= ASSIGNMENT =
How many lines of these entries hold the string "root"? Reply with the number alone.

= EXCERPTED DATA =
※ ※ ※
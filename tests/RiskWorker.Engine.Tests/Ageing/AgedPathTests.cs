using MathNet.Numerics.Distributions;
using RiskWorker.Domain.Instruments;
using RiskWorker.Engine.Tests.Plans;

namespace RiskWorker.Engine.Tests.Ageing;

/// <summary>
/// Barriers, averages and extremes inside a horizon, scenario by scenario against the same instrument bound on the later date with the scenario's closes
/// as its past; and parities that hold whatever the path.
/// </summary>
public sealed class AgedPathTests
{
    private const int Horizon = 10;
    private static readonly DateOnly s_end = AgedMarket.Close(Horizon);
    private static readonly int[] s_days = [.. Enumerable.Range(1, Horizon)];

    public static TheoryData<BarrierKind, double, bool> Barriers => new()
    {
        { BarrierKind.DownOut, 96, false }, { BarrierKind.DownIn, 96, false }, { BarrierKind.UpOut, 104, false }, { BarrierKind.UpIn, 104, false },
        { BarrierKind.DownOut, 96, true }, { BarrierKind.DownIn, 96, true }, { BarrierKind.UpOut, 104, true }, { BarrierKind.UpIn, 104, true },
    };

    [Theory]
    [MemberData(nameof(Barriers))]
    public void Barrier_looked_at_daily_is_worth_what_its_closes_have_made_of_it(BarrierKind kind, double barrier, bool expiresInside)
    {
        var (expiry, isUp, isIn, rebate) = (expiresInside ? AgedMarket.Close(7) : AgedKinds.Later, kind is BarrierKind.UpIn or BarrierKind.UpOut, kind is BarrierKind.DownIn or BarrierKind.UpIn, 2.5);
        var option = AgedKinds.Barrier(kind, barrier, expiry, Monitoring.Daily, rebate);
        var plain = AgedKinds.Call(expiry);
        var (book, losses, levels) = Run(option, 300);
        var (last, hits) = (expiresInside ? 7 : Horizon, 0);
        for (var i = 0; i < 300; i++)
        {
            var isHit = s_days.Take(last).Any(d => isUp ? levels[d - 1][i] >= barrier : levels[d - 1][i] <= barrier);
            hits += isHit ? 1 : 0;
            var at = levels[last - 1][i];
            var untouched = !expiresInside ? Alive(at) : isIn ? rebate : Plain(at);
            var worth = !isHit ? untouched : isIn ? Plain(at) : rebate;
            Assert.Equal(Rebound.Value(option, AgedMarket.AsOf, AgedMarket.S0) - worth, losses[book.RowOf("BARRIER", Horizon)][i], 1e-10);
        }
        Assert.InRange(hits, 30, 270);

        double Alive(double at) => Rebound.Value(option with { Issue = s_end }, s_end, at);
        double Plain(double at) => Rebound.Value(plain, expiresInside ? expiry : s_end, at);
    }

    // Knocked in and knocked out make the plain option, wherever and however the barrier is looked at.
    [Theory]
    [InlineData(BarrierKind.DownIn, BarrierKind.DownOut, 97, Monitoring.Daily, 6)]
    [InlineData(BarrierKind.UpIn, BarrierKind.UpOut, 105, Monitoring.Continuous, 9)]
    [InlineData(BarrierKind.DownIn, BarrierKind.DownOut, 97, Monitoring.Continuous, 80)]
    public void In_and_out_make_the_plain_option(BarrierKind enters, BarrierKind leaves, double barrier, Monitoring monitoring, int day)
    {
        var expiry = AgedMarket.Close(day);
        var book = new AgedMarket().Holding(AgedKinds.Barrier(enters, barrier, expiry, monitoring, name: "IN"), AgedKinds.Barrier(leaves, barrier, expiry, monitoring, name: "OUT"), AgedKinds.Call(expiry)).Compile(Horizon);
        var losses = book.Losses(1_000);
        for (var i = 0; i < 1_000; i++)
            Assert.Equal(losses[book.RowOf("CALL", Horizon)][i], losses[book.RowOf("IN", Horizon)][i] + losses[book.RowOf("OUT", Horizon)][i], 1e-10);
    }

    // P(min of a Brownian motion with drift m over T <= b) = N((b - mT)/(s√T)) + e^(2mb/s²) N((b + mT)/(s√T)): the reflection principle, worked
    // here. One day has no close inside: all that crosses and comes back does so between two closes.
    [Theory]
    [InlineData(BarrierKind.DownOut, 98, 1)]
    [InlineData(BarrierKind.UpOut, 104, 1)]
    [InlineData(BarrierKind.DownOut, 96, 10)]
    [InlineData(BarrierKind.DownOut, 92, 10)]
    [InlineData(BarrierKind.UpOut, 105, 10)]
    public void Barrier_looked_at_every_moment_is_crossed_as_often_as_a_path_crosses_it(BarrierKind kind, double barrier, int days)
    {
        const int N = 100_000;
        const double Rebate = 1_000;
        var option = AgedKinds.Barrier(kind, barrier, AgedKinds.Later, Monitoring.Continuous, Rebate);
        var book = new AgedMarket().Holding(option).Compile(days);
        var knocked = Rebound.Value(option, AgedMarket.AsOf, AgedMarket.S0) - Rebate;
        var found = book.Losses(N)[book.RowOf("BARRIER", days)].Count(loss => Math.Abs(loss - knocked) < 1e-9) / (double)N;
        var side = kind == BarrierKind.DownOut ? 1 : -1;
        var (m, s, root) = (side * -AgedMarket.Sigma * AgedMarket.Sigma / 2, AgedMarket.Sigma, Math.Sqrt(days));
        var b = side * Math.Log(barrier / AgedMarket.S0);
        var expected = Normal.CDF(0, 1, (b - (m * days)) / (s * root)) + (Math.Exp(2 * m * b / (s * s)) * Normal.CDF(0, 1, (b + (m * days)) / (s * root)));
        Assert.InRange((found - expected) / Math.Sqrt(expected * (1 - expected) / N), -4, 4);
    }

    // Issued on the horizon's own day, it has one close to look at and no moment before it.
    [Fact]
    public void Barrier_looked_at_every_moment_counts_no_moment_before_its_issue()
    {
        var option = AgedKinds.Barrier(BarrierKind.DownOut, 97, AgedKinds.Later, Monitoring.Continuous, rebate: 1_000, issue: s_end);
        var (book, losses, levels) = Run(option, 300);
        for (var i = 0; i < 300; i++)
            Assert.Equal(levels[^1][i] <= 97, Math.Abs(losses[book.RowOf("BARRIER", Horizon)][i] - Rebound.Value(option, AgedMarket.AsOf, 100) + 1_000) < 1e-9);
    }

    [Fact]
    public void Barrier_touched_at_todays_close_pays_its_rebate_once()
    {
        var option = AgedKinds.Barrier(BarrierKind.DownOut, AgedMarket.S0, AgedKinds.Later, Monitoring.Daily, rebate: 4, issue: AgedMarket.AsOf);
        var book = new AgedMarket().Holding(option).Compile(Horizon);
        Assert.All(book.Losses(50)[book.RowOf("BARRIER", Horizon)], loss => Assert.Equal(0, loss, 1e-12));
    }

    [Fact]
    public void Barrier_issued_inside_is_looked_at_from_its_issue_on()
    {
        var option = AgedKinds.Barrier(BarrierKind.DownOut, 97, AgedKinds.Later, Monitoring.Daily, rebate: 1_000, issue: AgedMarket.Close(6));
        var (book, losses, levels) = Run(option, 300);
        for (var i = 0; i < 300; i++)
        {
            var isHit = Enumerable.Range(6, 5).Any(d => levels[d - 1][i] <= 97);
            Assert.Equal(isHit, Math.Abs(losses[book.RowOf("BARRIER", Horizon)][i] - Rebound.Value(option, AgedMarket.AsOf, 100) + 1_000) < 1e-9);
        }
    }

    public static TheoryData<AverageKind, OptionRight, double, int[]> Averages => new()
    {
        { AverageKind.Geometric, OptionRight.Call, 100, [-3, 2, 6, 14, 30] },
        { AverageKind.Geometric, OptionRight.Put, 101, [3, 9] },
        { AverageKind.Arithmetic, OptionRight.Call, 100, [-3, 2, 6, 9] },
        { AverageKind.Arithmetic, OptionRight.Call, 100, [2, 6, 14, 30] },
        { AverageKind.Arithmetic, OptionRight.Put, 103, [-3, 10, 12, 20] },
        { AverageKind.Arithmetic, OptionRight.Call, 60, [-3, 1, 2, 3, 4, 5, 6, 20] }, // what is fixed exceeds the strike: sure to be exercised
    };

    [Theory]
    [MemberData(nameof(Averages))]
    public void Average_of_closes_inside_is_worth_what_it_is_worth_with_these_fixed(AverageKind average, OptionRight right, double strike, int[] days)
    {
        Fixing[] fixings = [.. days.Select(d => d < 0 ? new Fixing(AgedMarket.AsOf.AddDays(d), 98.5) : new(AgedMarket.Close(d), null))];
        var option = AgedKinds.Asian(average, AgedMarket.Close(days[^1] == 9 ? 9 : days[^1] + 2), right, strike, fixings);
        var (book, losses, levels) = Run(option, 20);
        var date = option.Expiry < s_end ? option.Expiry : s_end;
        for (var i = 0; i < 20; i++)
        {
            double[] closes = [.. levels.Select(l => l[i])];
            var known = option with { Fixings = FixingSchedule.Of([.. days.Select((d, j) => d is > 0 and <= Horizon ? fixings[j] with { Value = closes[d - 1] } : fixings[j])]) };
            var worth = Rebound.Value(known, date, closes[(date == s_end ? Horizon : days[^1]) - 1]);
            // Tables of simulated prices are good to 1e-7 of the level or half a standard error; both sides walk the same paths.
            Assert.Equal(Rebound.Value(option, AgedMarket.AsOf, AgedMarket.S0) - worth, losses[book.RowOf("ASIAN", Horizon)][i], average == AverageKind.Arithmetic && days[^1] > Horizon ? 2e-4 : 1e-10);
        }
    }

    public static TheoryData<bool, OptionRight, double> Lookbacks => new()
    {
        { false, OptionRight.Call, 0 }, { false, OptionRight.Put, 0 }, { false, OptionRight.Call, 102 }, { false, OptionRight.Put, 98 },
        { true, OptionRight.Call, 0 }, { true, OptionRight.Put, 0 }, { true, OptionRight.Call, 102 }, { true, OptionRight.Put, 98 },
    };

    [Theory]
    [MemberData(nameof(Lookbacks))]
    public void Extreme_of_closes_inside_is_worth_what_it_is_worth_with_these_past(bool expiresInside, OptionRight right, double strike)
    {
        var option = AgedKinds.Lookback(strike == 0 ? null : strike, expiresInside ? AgedMarket.Close(8) : AgedMarket.Close(40), right, Monitoring.Daily);
        var (book, losses, levels) = Run(option, 20);
        var (date, last) = expiresInside ? (option.Expiry, 8) : (s_end, Horizon);
        for (var i = 0; i < 20; i++)
        {
            double[] closes = [.. levels.Take(last).Select(l => l[i])];
            Assert.Equal(Rebound.Value(option, AgedMarket.AsOf, AgedMarket.S0) - Rebound.Value(option, date, closes[^1], closes: closes), losses[book.RowOf("LOOKBACK", Horizon)][i], expiresInside ? 1e-10 : 1e-3);
        }
    }

    // The highest point of a driftless Brownian motion over T is the size of a normal: s√(2T/π) on average, with the variance s²T(1 - 2/π).
    [Fact]
    public void Extreme_of_every_moment_reaches_as_far_as_a_path_does()
    {
        const int N = 50_000;
        var option = AgedKinds.Lookback(1, s_end, OptionRight.Call, Monitoring.Continuous);
        var book = new AgedMarket { Drift = 252 * AgedMarket.Sigma * AgedMarket.Sigma / 2 }.Holding(option).Compile(Horizon);
        var premium = Rebound.Value(option, AgedMarket.AsOf, AgedMarket.S0);
        double[] reached = [.. book.Losses(N)[book.RowOf("LOOKBACK", Horizon)].Select(loss => Math.Log((premium - loss + 1) / AgedMarket.S0))];
        var expected = AgedMarket.Sigma * Math.Sqrt(2 * Horizon / Math.PI);
        Assert.InRange((reached.Average() - expected) / (AgedMarket.Sigma * Math.Sqrt(Horizon * (1 - (2 / Math.PI)) / N)), -4, 4);
    }

    // The trapezoid of a continuous average is not followed inside: it keeps today's date, and says so (AgeingChecksTests).
    [Fact]
    public void Continuous_average_keeps_the_valuation_date_of_today()
    {
        var option = new Asian(new("S", null), 100, AgedKinds.Later, OptionRight.Call, AgedKinds.Volatility, RateTerm.Of(0.03), null, AverageKind.Geometric, FixingSchedule.Continuous, AgedMarket.AsOf) { Name = "ASIAN", Currency = "EUR" };
        var book = new AgedMarket().Holding(option).Compile(Horizon);
        var still = new AgedMarket { Ageing = RiskWorker.Domain.Runs.AgeingKind.None }.Holding(option).Compile(Horizon);
        RiskWorker.TestKit.BitAssert.Equal(still.Losses(200)[still.RowOf("ASIAN", Horizon)], book.Losses(200)[book.RowOf("ASIAN", Horizon)]);
    }

    private static (CompiledBook Book, double[][] Losses, double[][] Levels) Run(Instrument option, int scenarios)
    {
        var book = new AgedMarket().Holding(option).Showing("S", s_days).Compile(Horizon);
        var losses = book.Losses(scenarios);
        return (book, losses, [.. s_days.Select(d => AgedMarket.Levels(book, losses, "S", d, Horizon))]);
    }
}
※ ※ ※
= ANSWER BOX =
2